Steve, I can give you a summary rundown of the various standards and profiles that people are working with in the area of train control systems when we meet the next time. I had even put together a short slide presentation which I presented at one of the IRFCNA annual gatherings a few years back. maybe I need to find it, dust it off and update it. Suffice it to say ERTMS is but one in a plethora of them, and ERTMS folks have a tendency to try to claim something is ERTMS when it is only peripherally so. In short an Chinese locomotive with so called Chinese ERTMS gear on it, if moved to Europe will not work with the ERTMS as deployed in Europe. But with a module change it will. But surprisingly that is also true in essence of say an Acela set in the US!


----------



## Steve4031 (Jun 3, 2014)

Sounds like we will be having a conversation on the fest.


----------



## neroden (Jun 18, 2014)

jis said:


> What is even more interesting is that ERTMS is an implementation of the ETCS standard which has many profiles.

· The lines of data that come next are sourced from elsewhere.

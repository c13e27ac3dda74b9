/* The builder of a syntax tree: its arena, its faults, places put together. */
#include "text/builder.h"

#include <stdint.h>
#include <stdio.h>
#include <string.h>

#include "base/memory.h"

void *builder_alloc(builder *b, size_t size)
{
    void *block = b->status == LB_OK ? arena_alloc(b->tree->page->arena, size) : NULL;
    if (!block)
        b->status = LB_E_NOMEM;
    return block;
}

bool builder_turn_page(builder *b)
{
    syntax_page *page = arena_alloc(b->arena, sizeof *page);
    if (!page || !(page->arena = arena_new())) {
        b->status = LB_E_NOMEM;
        return false;
    }
    page->is_plain = true;
    if (b->tree->page)
        b->tree->page->next = page;
    else
        b->tree->pages = page;
    b->tree->page = page;
    return true;
}

/* FNV-1a. */
static size_t hash(const char *text, size_t length)
{
    uint64_t h = 14695981039346656037u;
    for (size_t i = 0; i < length; i++)
        h = (h ^ (unsigned char)text[i]) * 1099511628211u;
    return (size_t)(h ^ h >> 32);
}

/* Slot of the text, or the empty one where it belongs. */
static size_t find_text(const builder *b, const char *text, size_t length)
{
    size_t i = hash(text, length) & (b->text_slots - 1);
    while (b->texts[i] && (strncmp(b->texts[i], text, length) != 0 || b->texts[i][length] != '\0'))
        i = (i + 1) & (b->text_slots - 1);
    return i;
}

static bool grow_texts(builder *b)
{
    size_t slots = b->text_slots ? 2 * b->text_slots : 256, old_slots = b->text_slots;
    const char **old = b->texts, **fresh = memory_zeroed(slots, sizeof *fresh);
    if (!fresh)
        return false;
    b->texts = fresh;
    b->text_slots = slots;
    for (size_t i = 0; i < old_slots; i++)
        if (old[i])
            fresh[find_text(b, old[i], strlen(old[i]))] = old[i];
    memory_free(old);
    return true;
}

/* Most texts of a mechanism are names, and stand in many places. */
const char *builder_text(builder *b, const char *text, size_t length)
{
    if (2 * (b->text_count + 1) > b->text_slots && !grow_texts(b)) {
        b->status = LB_E_NOMEM;
        return NULL;
    }
    size_t slot = find_text(b, text, length);
    if (!b->texts[slot]) {
        char *copy = b->status == LB_OK ? arena_alloc(b->arena, length + 1) : NULL;
        if (!copy) {
            b->status = LB_E_NOMEM;
            return NULL;
        }
        memcpy(copy, text, length);
        b->texts[slot] = copy;
        b->text_count++;
    }
    return b->texts[slot];
}

void builder_clear(builder *b)
{
    memory_free(b->texts);
    b->texts = NULL;
    b->text_count = b->text_slots = 0;
}

static bool is_after(span place, span mark)
{
    return place.line > mark.line || (place.line == mark.line && place.column > mark.column);
}

void builder_fault(builder *b, span where, const char *remedy, const char *format, ...)
{
    if (b->is_mute || !is_after(where, b->muted))
        return;
    char message[512];
    va_list arguments;
    va_start(arguments, format);
    vsnprintf(message, sizeof message, format, arguments);
    va_end(arguments);
    diagnostics_fault(b->diagnostics, where, remedy, "%s", message);
}

span span_join(span a, span b)
{
    if (b.line == a.line && b.column + b.length > a.column + a.length)
        a.length = b.column + b.length - a.column;
    return a;
}

bool span_touches(span a, span b)
{
    return a.line == b.line && a.column + a.length == b.column;
}
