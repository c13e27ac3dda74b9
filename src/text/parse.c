/* Text in, tree out: check the bytes, scanner up, parse, scanner down.
 *
 * Numbers are converted in the C locale, whatever the calling program has set:
 * a decimal point is a point. */
#include <locale.h>
#include <string.h>

#include "base/memory.h"
#include "text/lexical.h"
#include "text/utf8.h"

#include "parser.h"
/* flex's header comes last: it defines macros. */
#include "lexer.h"

/* ---- Bytes ------------------------------------------------------------------ */

static bool is_control(uint32_t code)
{
    return (code < 0x20 && code != '\t' && code != '\n' && code != '\r') || (code >= 0x7F && code < 0xA0);
}

static void report_bytes(lexical *l, span where, const char *at, int bytes, uint32_t code)
{
    if (bytes == 0)
        builder_fault(&l->build, where, "save the file as UTF-8", "the byte 0x%02X is not UTF-8", (unsigned char)*at);
    else if (code == 0)
        builder_fault(&l->build, where, "delete it; if there are many, the file is not UTF-8 text", "a NUL byte");
    else
        builder_fault(&l->build, where, "delete it", "a control character (U+%04X)", (unsigned)code);
}

/* Report bytes that are no text, once a line, and replace them for the lexer. */
static void check_bytes(lexical *l, size_t length)
{
    span where = {1, 1, 1};
    int reported = 0;
    for (size_t i = 0; i < length;) {
        uint32_t code = 0;
        int bytes = utf8_decode(l->buffer + i, length - i, &code);
        if (bytes == 0 || is_control(code)) {
            if (reported != where.line)
                report_bytes(l, where, l->buffer + i, bytes, code);
            reported = where.line;
            memset(l->buffer + i, LEXICAL_REPLACED, bytes ? (size_t)bytes : 1);
            where.column += bytes ? bytes - 1 : 0;
        }
        bool is_line_end = code == '\n' || (code == '\r' && l->buffer[i + 1] != '\n');
        i += bytes ? (size_t)bytes : 1;
        where.column++;
        if (is_line_end)
            where = (span){where.line + 1, 1, 1};
    }
}

/* ---- Scanner up, scanner down ------------------------------------------------- */

static void lexical_free(lexical *l)
{
    if (!l)
        return;
    if (l->scanner)
        lexer_lex_destroy(l->scanner);
    builder_clear(&l->build);
    memory_free(l->buffer);
    memory_free(l);
}

/* The lexer over the whole source, with a builder into tree. */
static lexical *lexical_new(lb_diagnostics *diagnostics, syntax_tree *tree, int start)
{
    lexical *l = memory_zeroed(1, sizeof *l);
    if (!l)
        return NULL;
    l->source = diagnostics_source(diagnostics);
    size_t length = source_length(l->source);
    l->build.arena = tree->arena;
    l->build.diagnostics = diagnostics;
    l->build.tree = tree;
    l->buffer_size = length + 3;
    l->buffer = memory_array(l->buffer_size, 1);
    if (!l->buffer || !builder_turn_page(&l->build) || lexer_lex_init_extra(l, &l->scanner) != 0) {
        lexical_free(l);
        return NULL;
    }
    memcpy(l->buffer, source_text(l->source), length);
    memcpy(l->buffer + length, "\n\0", 3);
    l->start = start;
    l->line = l->column = l->statement_line = 1;
    l->where = (span){1, 1, 0};
    l->previous = l->current = start == START_FILE ? NEWLINE : START_VALUE;
    return l;
}

/* Parse from a pseudo-token on; value may be NULL. */
static lb_status parse(lb_diagnostics *diagnostics, int start, syntax_tree **out, syntax_expression **value)
{
    lb_status status = LB_E_NOMEM;
    lexical *l = NULL;
    locale_t numbers = newlocale(LC_ALL_MASK, "C", (locale_t)0), caller = (locale_t)0;
    *out = NULL;
    syntax_tree *tree = memory_zeroed(1, sizeof *tree);
    if (!tree || !numbers || !(tree->arena = arena_new()))
        goto done;
    l = lexical_new(diagnostics, tree, start);
    if (!l)
        goto done;
    check_bytes(l, source_length(l->source));
    lexer__scan_buffer(l->buffer, l->buffer_size, l->scanner);
    if (start == START_FILE)
        lexer_start(l->scanner);
    caller = uselocale(numbers);
    yyparse(l);
    uselocale(caller);
    diagnostics_sort(diagnostics);
    status = l->build.status != LB_OK ? l->build.status : diagnostics_status(diagnostics);
    if (status == LB_OK && value)
        *value = l->build.value;
done:
    if (numbers)
        freelocale(numbers);
    lexical_free(l);
    if (status != LB_OK) {
        syntax_free(tree);
        tree = NULL;
    }
    *out = tree;
    return status;
}

lb_status syntax_parse(lb_diagnostics *diagnostics, syntax_tree **out)
{
    return parse(diagnostics, START_FILE, out, NULL);
}

lb_status syntax_parse_value(lb_diagnostics *diagnostics, syntax_tree **tree, syntax_expression **out)
{
    *out = NULL;
    return parse(diagnostics, START_VALUE, tree, out);
}
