/* How one fault or warning is shown:
 *
 *     bath.mech:12:9: error: `=>` is no arrow
 *         (R1) A => B, k = 1
 *                ^~
 *         write `->`
 *
 * A line is shown through a window of WINDOW characters around the place.  Tabs
 * become one blank and control characters `?`, bytes that are not UTF-8 the
 * replacement character, so that each takes the room that the caret line
 * reckons with. */
#include "text/excerpt.h"

#include "base/buffer.h"
#include "text/utf8.h"

enum { WINDOW = 96, BEFORE = 48 }; /* characters shown at most, and of them before the place */

static const char INDENT[] = "    ";

static const char *next_character(const char *at, const char *end)
{
    uint32_t code;
    int bytes = utf8_decode(at, (size_t)(end - at), &code);
    return at + (bytes ? bytes : 1);
}

/* The start of the character before `at`; a stray byte is a character. */
static const char *previous_character(const char *start, const char *at, const char *end)
{
    for (int back = 4; back > 1; back--)
        if (at - start >= back && next_character(at - back, end) == at)
            return at - back;
    return at - 1;
}

/* The byte at a column, or the end of the line. */
static const char *find_column(const char *start, const char *end, int line, int column, excerpt_cursor *cursor)
{
    if (cursor->line != line || cursor->column > column)
        *cursor = (excerpt_cursor){line, 1, start};
    while (cursor->column < column && cursor->place < end) {
        cursor->place = next_character(cursor->place, end);
        cursor->column++;
    }
    return cursor->place;
}

/* Append one character as it is shown; returns its width. */
static int show_character(const char *at, const char *end, lb_text *out)
{
    uint32_t code;
    int bytes = utf8_decode(at, (size_t)(end - at), &code);
    if (bytes == 0) {
        buffer_append(out, "\xEF\xBF\xBD");
        return 1;
    }
    if (code == '\t') {
        buffer_char(out, ' ');
        return 1;
    }
    if (code < 0x20 || (code >= 0x7F && code < 0xA0)) {
        buffer_char(out, '?');
        return 1;
    }
    buffer_append_n(out, at, (size_t)bytes);
    return utf8_width(code);
}

/* The source line through its window, and the caret line under it. */
static void show_line(const source *s, const lb_diagnostic *d, bool colour, excerpt_cursor *cursor, lb_text *out)
{
    const char *start;
    size_t length;
    if (!source_line(s, d->line, &start, &length) || length == 0)
        return;
    const char *end = start + length;
    const char *place = find_column(start, end, d->line, d->column, cursor);
    const char *from = place;
    for (int i = 0; i < BEFORE && from > start; i++)
        from = previous_character(start, from, end);
    buffer_append(out, INDENT);
    int before = 0, under = 0, shown = 0;
    if (from > start) {
        buffer_append(out, "...");
        before = 3;
    }
    const char *at = from;
    for (int marked = 0; at < end && shown < WINDOW; shown++) {
        int width = show_character(at, end, out);
        if (at < place)
            before += width;
        else if (marked++ < d->length)
            under += width;
        at = next_character(at, end);
    }
    buffer_append(out, at < end ? "...\n" : "\n");
    buffer_append(out, INDENT);
    buffer_repeat(out, ' ', before);
    buffer_append(out, colour ? "\033[32m^" : "^");
    buffer_repeat(out, '~', under > 1 ? under - 1 : 0);
    buffer_append(out, colour ? "\033[0m\n" : "\n");
}

void excerpt_write(const source *s, const lb_diagnostic *d, bool colour, excerpt_cursor *cursor, lb_text *out)
{
    const char *kind = d->is_fault ? "error" : "warning";
    const char *paint = !colour ? "" : d->is_fault ? "\033[1;31m" : "\033[1;35m";
    buffer_printf(out, "%s%s:%d:%d:%s %s%s:%s %s\n", colour ? "\033[1m" : "", source_name(s), d->line, d->column,
                  colour ? "\033[0m" : "", paint, kind, colour ? "\033[0m" : "", d->message);
    show_line(s, d, colour, cursor, out);
    if (d->remedy[0])
        buffer_printf(out, "%s%s\n", INDENT, d->remedy);
}
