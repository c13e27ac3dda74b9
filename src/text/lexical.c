/* Tokens where their meaning depends on the place, nesting, and recovery.
 *
 * A statement's end.  A newline ends a statement unless the last token is an
 * operator, `=`, `,`, `(`, `..` or `in`.
 *
 * Recovery.  After a fault of syntax the parser waits for a NEWLINE.  It gets
 * one at once, and reading goes on behind the statement's end.  Two things are
 * done so that a fault in one statement does not hide the next: a line that the
 * faulty statement went on to only because the line above ends in, say, a
 * comma, but that reads like a statement, is read again as one; and skipping
 * stops before such a line.  A line is read at most twice, so all this stays
 * linear. */
#include "text/lexical.h"

#include <math.h>
#include <stdio.h>
#include <stdlib.h>
#include <string.h>

#include "parser.h"
#include "text/outlook.h"
#include "text/utf8.h"

/* ---- Places ---------------------------------------------------------------- */

void lexical_advance(lexical *l, const char *text, size_t length, span *where)
{
    int characters = 0;
    for (size_t i = 0; i < length; i++)
        characters += ((unsigned char)text[i] & 0xC0) != 0x80;
    *where = (span){l->line, l->column, characters};
    l->token_offset = l->offset;
    l->offset += length;
    l->column += characters;
}

void lexical_retreat(lexical *l, span where, size_t length)
{
    l->offset -= length;
    l->column = where.column;
}

static span behind(span where)
{
    return (span){where.line, where.column + where.length, 1};
}

const char *lexical_rest(const lexical *l)
{
    size_t length = source_length(l->source);
    return source_text(l->source) + (l->offset < length ? l->offset : length);
}

/* Whether the line that starts at an offset reads like a statement of its own,
 * given the last token of the line above. */
static bool is_statement(const lexical *l, size_t offset, int above)
{
    return offset < source_length(l->source)
        && outlook_is_statement(source_text(l->source) + offset, above == COMMA || above == OPEN, l->level > 0);
}

/* An arrow that was read on the line as part of the statement shows that the
 * line belongs to it. */
bool lexical_is_swallowed(const lexical *l)
{
    bool is_arrow = l->current == ARROW || l->current == REVERSIBLE;
    return l->above && l->arrows - l->arrows_above - is_arrow == 0 && is_statement(l, l->where_offset, l->above);
}

/* ---- Tokens ---------------------------------------------------------------- */

static bool goes_on(int kind)
{
    switch (kind) {
    case PLUS: case MINUS: case TIMES: case OVER: case POWER:
    case EQUALS: case COMMA: case OPEN: case DOTS: case IN:
        return true;
    default:
        return false;
    }
}

/* Whether a sign behind this token has one operand: it opens a level of nesting. */
static bool awaits_operand(int kind)
{
    return goes_on(kind) || kind == UNITS || kind == START_VALUE;
}

static void forget_statement(lexical *l)
{
    l->previous = l->current = NEWLINE;
    l->above = 0;
    l->arrows = l->arrows_above = 0;
    l->formula = 0;
    l->level = l->waiting = l->pending[0] = 0;
    l->build.is_mute = false;
}

/* Count nesting; false when it is too deep. */
static bool nest(lexical *l, int kind, span where)
{
    l->is_stray_close = kind == CLOSE && l->level == 0;
    bool is_sign = (kind == MINUS || kind == PLUS) && awaits_operand(l->current);
    if (kind == OPEN) {
        l->level++;
        if (l->level + l->waiting > LEXICAL_NESTING)
            return false;
        l->opened[l->level] = where;
        l->pending[l->level] = 0;
    } else if (kind == CLOSE && l->level > 0) {
        l->waiting -= l->pending[l->level];
        l->level--;
    } else if (kind == POWER || is_sign) {
        l->pending[l->level]++;
        l->waiting++;
    } else if (kind == PLUS || kind == MINUS || kind == TIMES || kind == OVER || kind == COMMA) {
        l->waiting -= l->pending[l->level];
        l->pending[l->level] = 0;
    }
    return l->level + l->waiting <= LEXICAL_NESTING;
}

static int formula_step(const lexical *l, int kind)
{
    switch (kind) {
    case FORMULA: return 1;
    case NAME: case QUOTED: return l->formula == 1 ? 2 : 0;
    case EQUALS: return l->formula == 2 ? 3 : 0;
    default: return 0;
    }
}

int lexical_accept(lexical *l, int kind, span where)
{
    if (!l->build.is_mute && !nest(l, kind, where)) {
        builder_fault(&l->build, where, "give the inner parts names of their own",
                      "parentheses, powers and signs are nested deeper than %d levels", LEXICAL_NESTING);
        kind = BAD;
    }
    l->formula = formula_step(l, kind);
    if (l->current == NEWLINE) {
        l->first = kind;
        l->first_where = where;
        l->statement_line = where.line;
    }
    if (where.line != l->where.line) {
        l->above = where.line > l->statement_line ? l->current : 0;
        l->arrows_above = l->arrows;
    }
    l->arrows += kind == ARROW || kind == REVERSIBLE;
    l->where = where;
    l->where_offset = l->line_offset;
    l->previous = l->current;
    l->current = kind;
    return kind;
}

static int end_statement(lexical *l, span *where)
{
    *where = behind(l->where);
    l->previous = l->current;
    l->current = NEWLINE;
    return NEWLINE;
}

bool lexical_newline(lexical *l, span *where)
{
    l->line++;
    l->column = 1;
    l->line_offset = l->offset;
    if (l->current == NEWLINE)
        return false;
    if (goes_on(l->current)) {
        bool must_part = l->build.is_mute || l->formula == 3;
        if (!must_part || !is_statement(l, l->offset, l->current))
            return false;
    }
    end_statement(l, where);
    return true;
}

/* ---- Words, numbers, brackets ---------------------------------------------- */

/* A keyword is a name after all when the line reads `title = 3` or `title + X ->`. */
static bool is_used_as_name(const lexical *l)
{
    const char *rest = outlook_skip_blanks(lexical_rest(l));
    return (*rest && strchr("=+-<", *rest)) || strncmp(rest, "\xE2\x86", 2) == 0 || strncmp(rest, "\xE2\x87", 2) == 0;
}

int lexical_word(lexical *l, const char *text, bool is_first)
{
    static const struct { const char *word; int kind; } keyword[] = {
        {"title", TITLE}, {"units", UNITS}, {"retained", RETAINED}, {"signed", SIGNED}, {"formula", FORMULA},
    };
    l->is_within = strcmp(text, "within") == 0;
    if (strcmp(text, "in") == 0)
        return IN;
    if (l->current == UNITS && strcmp(text, "none") == 0)
        return NONE;
    for (size_t i = 0; is_first && i < sizeof keyword / sizeof keyword[0]; i++)
        if (strcmp(text, keyword[i].word) == 0)
            return is_used_as_name(l) ? NAME : keyword[i].kind;
    return NAME;
}

bool lexical_misses_comma(const lexical *l)
{
    bool is_behind_side = l->current == NAME || l->current == QUOTED || l->current == NUMBER || l->current == CLOSE;
    return l->arrows > 0 && l->level == 0 && is_behind_side && !l->build.is_mute
        && outlook_is_setting(source_text(l->source) + l->token_offset);
}

int lexical_number(lexical *l, const char *text, size_t length, span where, syntax_number *value)
{
    value->text = builder_text(&l->build, text, length);
    if (!value->text)
        return BAD;
    value->value = strtod(value->text, NULL);
    size_t mantissa = strcspn(value->text, "eE");
    bool is_zero = strcspn(value->text, "123456789") >= mantissa;
    if (!isfinite(value->value) || (value->value == 0 && !is_zero)) {
        bool is_large = value->value != 0;
        builder_fault(&l->build, where,
                      is_large ? "write a number below 1.8e308" : "write 0, or a number above 4.9e-324",
                      "`%.40s` is %s to be held as a double", value->text, is_large ? "too large" : "too small");
        value->value = is_large ? 1 : 0;
    }
    return NUMBER;
}

/* The number with one stretch of its text replaced. */
static int mended_number(lexical *l, const char *text, size_t length, const char *from, size_t count,
                         const char *instead, span where, syntax_number *value)
{
    size_t head = (size_t)(from - text);
    char *mended = builder_alloc(&l->build, length + 2);
    if (!mended)
        return BAD;
    snprintf(mended, length + 2, "%.*s%s%s", (int)head, text, instead, from + count);
    return lexical_number(l, mended, strlen(mended), where, value);
}

int lexical_comma_number(lexical *l, const char *text, size_t length, span where, syntax_number *value)
{
    const char *comma = strchr(text, ',');
    char remedy[160];
    int head = (int)(comma - text);
    if (length < 40 && strspn(comma + 1, "0123456789") == 3)
        snprintf(remedy, sizeof remedy, "write `%.*s.%s` with a point, or `%.*s%s`", head, text, comma + 1, head, text,
                 comma + 1);
    else
        snprintf(remedy, sizeof remedy, "write `%.*s.%.40s` with a point", head < 40 ? head : 40, text, comma + 1);
    builder_fault(&l->build, where, remedy, "a comma inside a number");
    return mended_number(l, text, length, comma, 1, ".", where, value);
}

int lexical_dash_number(lexical *l, const char *text, size_t length, span where, syntax_number *value)
{
    const char *dash = strpbrk(text, "eE") + 1;
    builder_fault(&l->build, where, "write `-`", "`%.3s` is no minus sign", dash);
    return mended_number(l, text, length, dash, 3, "-", where, value);
}

syntax_text lexical_bracket(lexical *l, const char *text, size_t length, span where)
{
    const char *end = memchr(text, ']', length), *start = outlook_skip_blanks(text + 1);
    syntax_text name = {NULL, *start == '"'};
    if (name.is_quoted) {
        /* a quoted name may hold a bracket */
        start++;
        end = memchr(start, '"', length - (size_t)(start - text));
    } else {
        while (end > start && (end[-1] == ' ' || end[-1] == '\t'))
            end--;
    }
    if (start == end)
        builder_fault(&l->build, where, "write the species between the brackets: `[X]`", "no species in the brackets");
    name.text = builder_text(&l->build, start, (size_t)(end - start));
    return name;
}

/* ---- Characters that do not belong ------------------------------------------ */

int lexical_semicolon(lexical *l, span where)
{
    if (l->build.is_mute)
        return 0;
    const char *rest = outlook_skip_blanks(lexical_rest(l));
    bool is_last = !*rest || strchr("\r\n#", *rest);
    bool is_comma = outlook_is_setting(rest);
    builder_fault(&l->build, where, is_last ? "leave it out: the line's end ends a statement"
                  : is_comma ? "write `,`" : "write each statement on its own line",
                  "`;` does not separate anything");
    if (is_comma)
        return COMMA;
    if (is_last || l->current == NEWLINE)
        return 0;
    end_statement(l, &where);
    return NEWLINE;
}

static const char *stranger_remedy(uint32_t code)
{
    switch (code) {
    case '\'': case 0x2018: case 0x2019:
        return "names that are not plain stand in straight double quotes: `\"X'\"`";
    case 0x201C: case 0x201D: case 0xAB: case 0xBB: case 0x201E:
        return "write straight double quotes, `\"`";
    case ']': return "it closes no bracket";
    case '!': case '%': return "a comment starts with `#`";
    case ':': return "write a label as `(R1)`, a definition with `=`";
    case '{': case '}': return "write parentheses";
    case '.': return "write `0.5` for a number, `a .. b` for a range";
    case 0xB0: return "write a temperature in K";
    case 0xD8: case 0xF8: return "write `0` or nothing for an empty side";
    default: break;
    }
    if (code >= 0x2080 && code <= 0x209C)
        return "write plain digits: `H2O`";
    if (code == 0xFEFF || (code >= 0x200B && code <= 0x200F) || code == 0xAD)
        return "delete it: it cannot be seen, and came with pasted text";
    if (code > 0xBF && code < 0x2000)
        return "names have the letters A to Z and Greek ones, digits and `_`; put any other name in double quotes";
    return NULL;
}

int lexical_stranger(lexical *l, const char *text, size_t length, span where)
{
    uint32_t code;
    if (text[0] == LEXICAL_REPLACED || utf8_decode(text, length, &code) == 0)
        return BAD;   /* the byte was reported before scanning (parse.c) */
    const char *remedy = stranger_remedy(code);
    if (code == '.' && l->current == NAME)
        remedy = "a constant of a reaction cannot be used by its label here: define it, `k2 = ...`, and use `k2` in both places";
    builder_fault(&l->build, where, remedy, "unexpected character `%.*s` (U+%04X)", (int)length, text,
                  (unsigned)code);
    return BAD;
}

int lexical_colon(lexical *l, span where)
{
    if (l->current == LABEL && l->first == LABEL) {
        builder_fault(&l->build, where, "leave it out", "a colon behind a label");
        return 0;
    }
    if (l->current == NAME && l->previous == NEWLINE) {
        builder_fault(&l->build, where, "write `=`", "`:` defines nothing");
        return EQUALS;
    }
    return lexical_stranger(l, ":", 1, where);
}

/* ---- The parser's side ----------------------------------------------------- */

/* A line swallowed by the statement above is read again as a statement. */
static void read_again(lexical *l)
{
    l->build.muted = l->where;
    l->line = l->where.line;
    l->column = 1;
    l->offset = l->line_offset = l->where_offset;
    lexer_rewind(l->scanner, l->where_offset);
    forget_statement(l);
}

void lexical_complain(lexical *l, uint64_t expected)
{
    if (l->build.status != LB_OK)
        return;
    complaint_report(l, expected);
    bool is_ended = l->current == NEWLINE;
    if (lexical_is_swallowed(l)) {
        read_again(l);
        l->must_end = !is_ended;
    } else if (!is_ended) {
        l->build.is_mute = true;
    }
}

static int skip(lexical *l, union YYSTYPE *value, span *where)
{
    int kind;
    do
        kind = lexer_token(value, where, l->scanner);
    while (kind != NEWLINE && kind != END);
    return kind;
}

int lexical_next(union YYSTYPE *value, span *where, lexical *l)
{
    int kind = l->start;
    if (l->build.status != LB_OK)
        return END;
    if (kind) {
        l->start = 0;
        *where = (span){1, 1, 0};
        return kind;
    }
    if (l->must_end) {
        l->must_end = false;
        *where = l->where;
        return NEWLINE;
    }
    if (l->was_ended)
        forget_statement(l);
    kind = l->build.is_mute ? skip(l, value, where) : lexer_token(value, where, l->scanner);
    if (kind == END && l->current != NEWLINE) {
        l->is_file_end = true;
        kind = end_statement(l, where);
    }
    l->was_ended = kind == NEWLINE;
    return kind;
}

I apologize for my inaccuracy; I really meant ETCS when I wrote ERTMS. (Many people tend to be sloppy about those two acronyms.)
I don't think there's any reason why the freights are designing non-ETCS-compatible systems other than

(1) not-invented-here mentality

(2) falling for the line of bull which claimed that GPS would make everything cheaper

#2 is probably the larger problem. It was obvious to anyone who had any understanding of GPS operation, even at an amateur level, that this was false, but it apparently wasn't obvious to the freight railroad CEOs.

We're basically looking at a US railroad system which has entirely obsolete signalling (with the exception of a few places like the NEC) and needed complete signalling replacement, and needed it quite quickly. This is not the time to fool around with designing new signalling systems; this is the time to copy something which has been tested and works. There were, thankfully, several very similar implementation choices available.

Instead, the choice was made to fool around with designing new signalling systems. As a result, the class Is are nearly all late and I hope they will be hit with massive fines. Eventually, everyone else ended up pretty much outright copying the Wabtec/BNSF system, which had been under development for a while, but they screwed around and wasted a lot of time first. It shows a bad attitude and a disinterest in obeying the law.


----------